It’s easy to think of how technology has left some products behind. After all, when’s the last time you used a pocket calculator or made a call from a pay phone?
And then there’s the jukebox.
But if you head to Los Angeles, and the 2000 block of Pico Boulevard, look for a shop run by Magdi Hanna. He is one of a handful of people left in the United States dedicated to fixing jukeboxes. His mission? To save the machines for future generations.
Hanna is from the Egyptian port city of Alexandria and, until arriving to the US, he had never seen a jukebox. Now, he calls the decades-old machines, which he has repaired since 1980, a slice of American history.
Hanna says that he fell in love with jukeboxes right away and quickly decided to devote himself full-time to repairing them. In the 20th century, jukeboxes could be found in nightclubs, bars and diners — icons of American life, right up there with Marilyn Monroe, the Corvette or Elvis (his music is featured on one of the jukeboxes in Hanna's shop). But a machine that played a limited selection of records could not compete with technological progress, from the transistor radio to CDs to now, of course, music over the internet.

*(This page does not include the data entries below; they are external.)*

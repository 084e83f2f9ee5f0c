"""A file sent to the page: kept aside until it is confirmed, then brought in like one named at the shell."""

from __future__ import annotations

import datetime as dt
import hashlib
import re
from dataclasses import dataclass
from pathlib import Path
from typing import Any

from django.conf import settings
from django.core.files.uploadedfile import UploadedFile

from plant.intake import ground, moments, movements, numbers, records, sheets, tally
from plant.ledger.models import Book

MOST_BYTES = 20_000_000
MOST_LINES = 20_000
KEPT_FOR = dt.timedelta(days=1)
KINDS = ("records", "deliveries", "transfers")
_TOKEN = re.compile(r"[0-9a-f]{64}")


class Refused(ValueError):
    """The file can't be taken here; the message says why and what to do."""


@dataclass(frozen=True)
class Wish:
    """How the page's form wants a file to be taken."""

    kind: str = "records"
    decimal: str = numbers.POINT
    ambiguous: str = moments.REFUSE
    units: str = ""
    sites: str = ""
    add_sites: bool = False
    all_or_nothing: bool = False

    def wanted(self) -> records.Wanted:
        """Raises Refused for a list of spellings that can't be read."""
        spelling = ground.Spelling(self.decimal, self.ambiguous, _pairs(self.sites), _pairs(self.units))
        return records.Wanted(spelling, self.add_sites and self.kind == "records", self.all_or_nothing)


def keep(sent: UploadedFile, *, now: dt.datetime) -> str:
    """Puts a file aside and returns its token. Raises Refused."""
    if (sent.size or 0) > MOST_BYTES:
        raise Refused(f"The file has {(sent.size or 0) / 1e6:.0f} MB; here at most {MOST_BYTES / 1e6:.0f}. {_AT_THE_SHELL}")
    folder = _folder()
    _clear(folder, now)
    digest = hashlib.sha256()
    parts = []
    for part in sent.chunks():
        digest.update(part)
        parts.append(part)
    token = digest.hexdigest()
    (folder / f"{token}.csv").write_bytes(b"".join(parts))
    return token


def look(*, book: Book, token: str, name: str, wish: Wish, now: dt.datetime) -> tally.Tally:
    """What would come of the file; writes nothing. Raises Refused, sheets.NotASheet."""
    sheet = _sheet(token, name, wish)
    _few_enough(sheet)
    if wish.kind == "records":
        return records.look(book=book, sheet=sheet, wanted=wish.wanted(), now=now)
    return movements.look(kind=_kind(wish), book=book, sheet=sheet, wanted=wish.wanted(), now=now)


def bring_in(*, book: Book, token: str, name: str, wish: Wish, by: Any, now: dt.datetime) -> tally.Tally:
    """Brings the file in; its days are judged by the worker. Raises Refused, sheets.NotASheet, records.NothingKept."""
    sheet = _sheet(token, name, wish)
    _few_enough(sheet)
    if wish.kind == "records":
        counted = records.bring_in(book=book, sheet=sheet, wanted=wish.wanted(), by=by, now=now, judge=False)
    else:
        counted = movements.bring_in(
            kind=_kind(wish), book=book, sheet=sheet, wanted=wish.wanted(), by=by, now=now, judge=False
        )
    _path(token).unlink(missing_ok=True)
    return counted


_AT_THE_SHELL = "Bring it in at the server: manage.py import_records FILE.csv --works CODE."


def _kind(wish: Wish) -> movements.Kind:
    return movements.DELIVERIES if wish.kind == "deliveries" else movements.TRANSFERS


def _sheet(token: str, name: str, wish: Wish) -> sheets.Sheet:
    path = _path(token)
    if not path.is_file():
        raise Refused("The file is no longer here; send it again.")
    sheet = records.open_file(path) if wish.kind == "records" else movements.open_file(_kind(wish), path)
    sheet.name = name[:120] or "file.csv"
    return sheet


def _few_enough(sheet: sheets.Sheet) -> None:
    with sheet.path.open("rb") as file:
        count = sum(1 for _ in file)
    if count > MOST_LINES:
        raise Refused(f"The file has {count:,} lines; here at most {MOST_LINES:,}. {_AT_THE_SHELL}")


def _path(token: str) -> Path:
    if not _TOKEN.fullmatch(token):
        raise Refused("The file is no longer here; send it again.")
    return _folder() / f"{token}.csv"


def _folder() -> Path:
    folder = Path(settings.WEIRBOOK_FILES) / "incoming"
    folder.mkdir(parents=True, exist_ok=True)
    return folder


def _clear(folder: Path, now: dt.datetime) -> None:
    """Throws away what nobody confirmed."""
    for path in folder.glob("*.csv"):
        if now.timestamp() - path.stat().st_mtime > KEPT_FOR.total_seconds():
            path.unlink(missing_ok=True)


def _pairs(text: str) -> dict[str, str]:
    out = {}
    for number, line in enumerate(text.splitlines(), start=1):
        if not line.strip():
            continue
        old, mark, new = line.partition("=")
        if not mark:
            raise Refused(f"Other spellings, line {number}: read {line.strip()!r}; expected two words with = between them.")
        out[" ".join(old.split())] = new.strip()
    return out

So jukebox companies like Wurlitzer and Seeburg faded along with many jukebox repair experts.
"I know a few," says Hanna. "But I don’t know of new people coming into the jukebox business."

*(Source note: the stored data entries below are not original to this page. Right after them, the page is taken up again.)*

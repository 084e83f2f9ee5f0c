"""Bringing in a file of deliveries or transfers. They are few beside the readings, but follow the same manners."""

from __future__ import annotations

import datetime as dt
import itertools
from collections import defaultdict
from collections.abc import Callable, Iterator
from dataclasses import dataclass
from pathlib import Path
from typing import Any

from django.db import transaction

from plant.intake import actions, deliveries, matching, records, sheets, tally, transfers
from plant.intake import ground as grounds
from plant.intake.cells import Unreadable
from plant.intake.lines import Refusal
from plant.ledger import canonical
from plant.ledger.models import Book
from plant.readings import marks
from plant.stock import models
from plant.works import actions as works_actions
from plant.works import queries as works

Movement = models.Delivery | models.Transfer
_DATE_ALONE = "a date alone was taken as noon"


@dataclass(frozen=True)
class Kind:
    """One kind of file: its columns, how a line is read, what makes two lines the same thing."""

    name: str
    model: type[models.Delivery] | type[models.Transfer]
    required: tuple[str, ...]
    optional: tuple[str, ...]
    read: Callable[[dict[str, str], grounds.Ground], Any]
    key_of: Callable[[Any], tuple[object, ...]]
    values: tuple[str, ...]


DELIVERIES = Kind(
    "deliveries",
    models.Delivery,
    deliveries.REQUIRED,
    deliveries.OPTIONAL,
    deliveries.read,
    deliveries.key_of,
    deliveries.VALUES,
)
TRANSFERS = Kind(
    "transfers", models.Transfer, transfers.REQUIRED, transfers.OPTIONAL, transfers.read, transfers.key_of, transfers.VALUES
)


def open_file(kind: Kind, path: Path) -> sheets.Sheet:
    """The file. Raises sheets.NotASheet."""
    # Carrier water is in the header of the agreed format, but most moves have none.
    required = tuple(name for name in kind.required if name != "carrier_water_L")
    return sheets.Sheet(path, required=required, optional=(*kind.optional, *set(kind.required) - set(required)))


def look(*, kind: Kind, book: Book, sheet: sheets.Sheet, wanted: records.Wanted, now: dt.datetime) -> tally.Tally:
    """What would come of the file; writes nothing."""
    counted, chunks = _chunks(kind, book, sheet, wanted, now)
    for chunk in chunks:
        _sort(kind, book, chunk, counted)
    return counted


def bring_in(
    *,
    kind: Kind,
    book: Book,
    sheet: sheets.Sheet,
    wanted: records.Wanted,
    by: Any,
    now: dt.datetime,
    progress: records.Progress = lambda text: None,
    judge: bool = True,
) -> tally.Tally:
    """Takes what can be understood and judges the days touched. Raises sheets.NotASheet, records.NothingKept."""
    if wanted.all_or_nothing:
        with transaction.atomic():
            counted = _write(kind, book, sheet, wanted, by, now)
            if counted.refused:
                raise records.NothingKept(counted)
    else:
        counted = _write(kind, book, sheet, wanted, by, now)
    if judge:
        records.judge_days(book=book, counted=counted, by=by, now=now, progress=progress)
    return counted


@dataclass(frozen=True)
class _Line:
    number: int
    row: Movement
    cells: list[str]


def _write(
    kind: Kind,
    book: Book,
    sheet: sheets.Sheet,
    wanted: records.Wanted,
    by: Any,
    now: dt.datetime,
) -> tally.Tally:
    counted, chunks = _chunks(kind, book, sheet, wanted, now)
    for chunk in chunks:
        with transaction.atomic():
            works_actions.hold(book)
            new = _sort(kind, book, chunk, counted)
            if not new:
                continue
            received = {
                "file": sheet.name,
                "sha256": sheet.sha256,
                "columns": list(sheet.header),
                "lines": [[line.number, *line.cells] for line in new],
            }
            done = actions.take(
                book=book,
                client_id=f"file-{canonical.digest(received)[:59]}",
                kind="file",
                received=received,
                rows=[line.row for line in new],
                by=by,
                now=now,
                attested="file",
                judge=False,
            )
            counted.days.update(done.days)
            counted.notes[actions.note_key(done.entry)] = done.days
    return counted


def _chunks(
    kind: Kind,
    book: Book,
    sheet: sheets.Sheet,
    wanted: records.Wanted,
    now: dt.datetime,
) -> tuple[tally.Tally, Iterator[list[_Line]]]:
    stated = works.stated(book)
    ground = grounds.Ground(stated, stated.calendar(now), spelling=wanted.spelling)
    counted = tally.Tally(sheet.name, ignored_columns=sheet.ignored)

    def read_all() -> Iterator[list[_Line]]:
        rows = iter(sheet)
        while batch := list(itertools.islice(rows, records.ENTRY_LINES)):
            yield [line for row in batch if (line := _read(kind, row, ground, counted)) is not None]

    return counted, read_all()


def _read(kind: Kind, row: sheets.Row, ground: grounds.Ground, counted: tally.Tally) -> _Line | None:
    if not row.cells:
        return None
    counted.lines += 1
    if row.problem:
        counted.refuse(Refusal(row.line, row.problem.split(";")[0], row.problem.split("expected ")[-1]))
        return None
    try:
        found = kind.read(row.cells, ground)
    except Unreadable as problem:
        counted.refuse(problem.refusal(row.line))
        return None
    return _Line(row.line, found, list(row.cells.values()))


def _sort(kind: Kind, book: Book, chunk: list[_Line], counted: tally.Tally) -> list[_Line]:
    """The lines that are new, counted and marked where they contradict what the book holds."""
    there: dict[tuple[object, ...], list[tuple[tuple[object, ...], bool]]] = defaultdict(list)
    times = sorted({line.row.taken_at for line in chunk})
    for first in range(0, len(times), 400):
        _recall(kind, book, times[first : first + 400], there)
    new = []
    for line in chunk:
        key, values = kind.key_of(line.row), _values(kind, line.row)
        if any(known == values for known, _ in there[key]):
            counted.outcomes[matching.SAME] += 1
            continue
        if any(holds for _, holds in there[key]):
            line.row.marks = [*line.row.marks, marks.CONFLICT]
        counted.outcomes[matching.CONFLICT if marks.CONFLICT in line.row.marks else matching.ADDED] += 1
        counted.marked.update(line.row.marks)
        if line.row.date_only:
            counted.remarks[_DATE_ALONE] += 1
        there[key].append((values, True))
        new.append(line)
    return new


def _recall(
    kind: Kind,
    book: Book,
    times: list[dt.datetime],
    there: dict[tuple[object, ...], list[tuple[tuple[object, ...], bool]]],
) -> None:
    rows: list[Any] = list(kind.model._base_manager.filter(book=book, taken_at__in=times, voided=False))
    gone = set(kind.model._base_manager.filter(supersedes__in=[row.pk for row in rows]).values_list("supersedes_id", flat=True))
    for row in rows:
        there[kind.key_of(row)].append((_values(kind, row), row.pk not in gone))


def _values(kind: Kind, row: Movement) -> tuple[object, ...]:
    return tuple(getattr(row, name) for name in kind.values)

Not surprisingly, Hanna has little affection for new ways to hear music. "If you hear Elvis Presley on a 45, it's completely different than you hear it on the radio or on the CD or on the computer." He says a 45-rpm single just conveys more "feeling."
The day I visited Hanna, he had just finished weeks repairing a Model 850 Wurlitzer jukebox from 1941. He showed it to me, opening the handsome wood exterior with peacock figures etched into glass. "Look how big the motor is," he says. "It’s like the alternator from a car." The jukebox, which holds 24 records, takes 5 cents to play one song, two songs for a dime, and four songs for a quarter. It also only plays one side of a record (later models, built in the 1950s, could eventually flip the record and play both sides).

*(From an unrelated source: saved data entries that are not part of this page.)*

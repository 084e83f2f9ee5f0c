"""Reading a CSV file line by line, whatever its size, and saying plainly what is wrong with one."""

from __future__ import annotations

import csv
import hashlib
from collections.abc import Iterator, Sequence
from dataclasses import dataclass
from pathlib import Path
from typing import Any, BinaryIO

MOST_BYTES = 1_000_000_000
MOST_COLUMNS = 500
_SEPARATORS = (",", ";", "\t")
_BOM_UTF16 = (b"\xff\xfe", b"\xfe\xff")


class NotASheet(ValueError):
    """The file as a whole can't be read; the message says what was found and what was expected."""


@dataclass(frozen=True)
class Row:
    """One line: its number in the file, and its cells by column name. ``problem`` is set where the cells don't fit."""

    line: int
    cells: dict[str, str]
    problem: str = ""


class Sheet:
    """A CSV file of UTF-8 text with a header; iterate for its rows. Columns are separated by commas (or ; or tabs)."""

    def __init__(self, path: Path, *, required: Sequence[str], optional: Sequence[str]) -> None:
        self.path = path
        self.name = path.name
        self._required, self._optional = tuple(required), tuple(optional)
        try:
            size = path.stat().st_size
            if path.is_dir():
                raise NotASheet(f"{path} is a folder; expected a CSV file")
            self.sha256 = self._digest()
        except OSError as problem:
            raise NotASheet(f"{path} can't be read: {problem.strerror}") from None
        if not size:
            raise NotASheet(f"{self.name} is empty; expected a header line: {','.join(self._required)}")
        if size > MOST_BYTES:
            raise NotASheet(f"{self.name} has {size / 1e9:.1f} GB; split it into files of at most 1 GB")
        self.header, self.ignored = self._header()

    def __iter__(self) -> Iterator[Row]:
        with self.path.open("rb") as file:
            reader = self._reader(file)
            for cells in self._cells(reader, skip=1):
                yield self._row(reader.line_num, cells)

    def _digest(self) -> str:
        with self.path.open("rb") as file:
            return hashlib.file_digest(file, "sha256").hexdigest()

    def _header(self) -> tuple[tuple[str, ...], tuple[str, ...]]:
        with self.path.open("rb") as file:
            first = file.readline(65536)
        if first.startswith(_BOM_UTF16):
            raise NotASheet(f"{self.name} is UTF-16 text; expected UTF-8: save it again as “CSV UTF-8”")
        text = self._decoded(first, 1)
        self._separator = max(_SEPARATORS, key=text.count)
        with self.path.open("rb") as file:
            found = next(self._cells(self._reader(file)), [])
        if len(found) > MOST_COLUMNS:
            raise NotASheet(f"{self.name}, line 1: {len(found)} columns; expected at most {MOST_COLUMNS}")
        header = tuple(cell.strip().lstrip("\ufeff") for cell in found)
        if not any(header):
            raise NotASheet(f"{self.name} has no header; expected: {','.join(self._required)}")
        known = {name.lower(): name for name in self._required + self._optional}
        names = tuple(known.get(name.lower(), name) for name in header)
        missing = [name for name in self._required if name not in names]
        if missing:
            raise NotASheet(
                f"{self.name}, line 1: the header lacks {', '.join(missing)}; read: {self._separator.join(header)[:200]}; "
                f"expected: {','.join(self._required)} and optionally {','.join(self._optional)}"
            )
        twice = sorted({name for name in names if name and names.count(name) > 1})
        if twice:
            raise NotASheet(f"{self.name}, line 1: the header names {', '.join(twice)} twice")
        return names, tuple(name for name in names if name and name not in known.values())

    def _reader(self, file: BinaryIO) -> Any:
        lines = (self._decoded(raw, number) for number, raw in enumerate(file, start=1))
        return csv.reader(lines, delimiter=self._separator, strict=True)

    def _decoded(self, raw: bytes, number: int) -> str:
        try:
            return raw.decode("utf-8-sig" if number == 1 else "utf-8")
        except UnicodeDecodeError as problem:
            raise NotASheet(
                f"{self.name}, line {number}: byte 0x{raw[problem.start]:02X} is not UTF-8 text; nothing of the file was "
                f"taken past this line: save it again as “CSV UTF-8”"
            ) from None

    def _cells(self, reader: Any, skip: int = 0) -> Iterator[list[str]]:
        try:
            for number, cells in enumerate(reader):
                if number >= skip:
                    yield cells
        except csv.Error as problem:
            raise NotASheet(f"{self.name}, line {reader.line_num}: not a CSV line: {problem}") from None

    def _row(self, line: int, cells: list[str]) -> Row:
        if not any(cell.strip() for cell in cells):
            return Row(line, {})
        named = dict(zip(self.header, cells, strict=False))
        extra = [cell for cell in cells[len(self.header) :] if cell.strip()]
        lacking = [name for name in self._required if name not in named]
        if extra:
            return Row(line, named, f"{len(cells)} cells; expected {len(self.header)} (a decimal comma needs quotes around it)")
        if lacking:
            return Row(line, named, f"{len(cells)} cells; expected {len(self.header)}")
        return Row(line, named)


def pairs(path: Path) -> dict[str, str]:
    """A file of two columns, from and to: how somebody's own spellings read here. Raises NotASheet."""
    out: dict[str, str] = {}
    for row in Sheet(path, required=("from", "to"), optional=()):
        if row.problem:
            raise NotASheet(f"{path.name}, line {row.line}: {row.problem}")
        if row.cells:
            key = " ".join(row.cells["from"].split())
            if out.setdefault(key, row.cells["to"].strip()) != row.cells["to"].strip():
                raise NotASheet(f"{path.name}, line {row.line}: {key!r} stands for two things")
    return out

Hanna’s customers are often collectors, bringing in broken jukeboxes they’ve found at garage and estate sales. Each one, he says, is like a musical time capsule with records in them untouched for decades. "Some people have had jukeboxes in the garage for 20 years, and it has records from the '50s and '60s. Original records."
When asked what it was like to bring such machines back to life, Hanna says, "Oh, you feel like you want to dance!"
As I wrap up my visit to his repair shop, I ask Hanna if I can select a song from one of the jukeboxes he’s repaired. Sure, he says. And having not used a jukebox since sometime in the '80s, it was a bit thrilling (I selected "My Special Guy” by The Six Teens).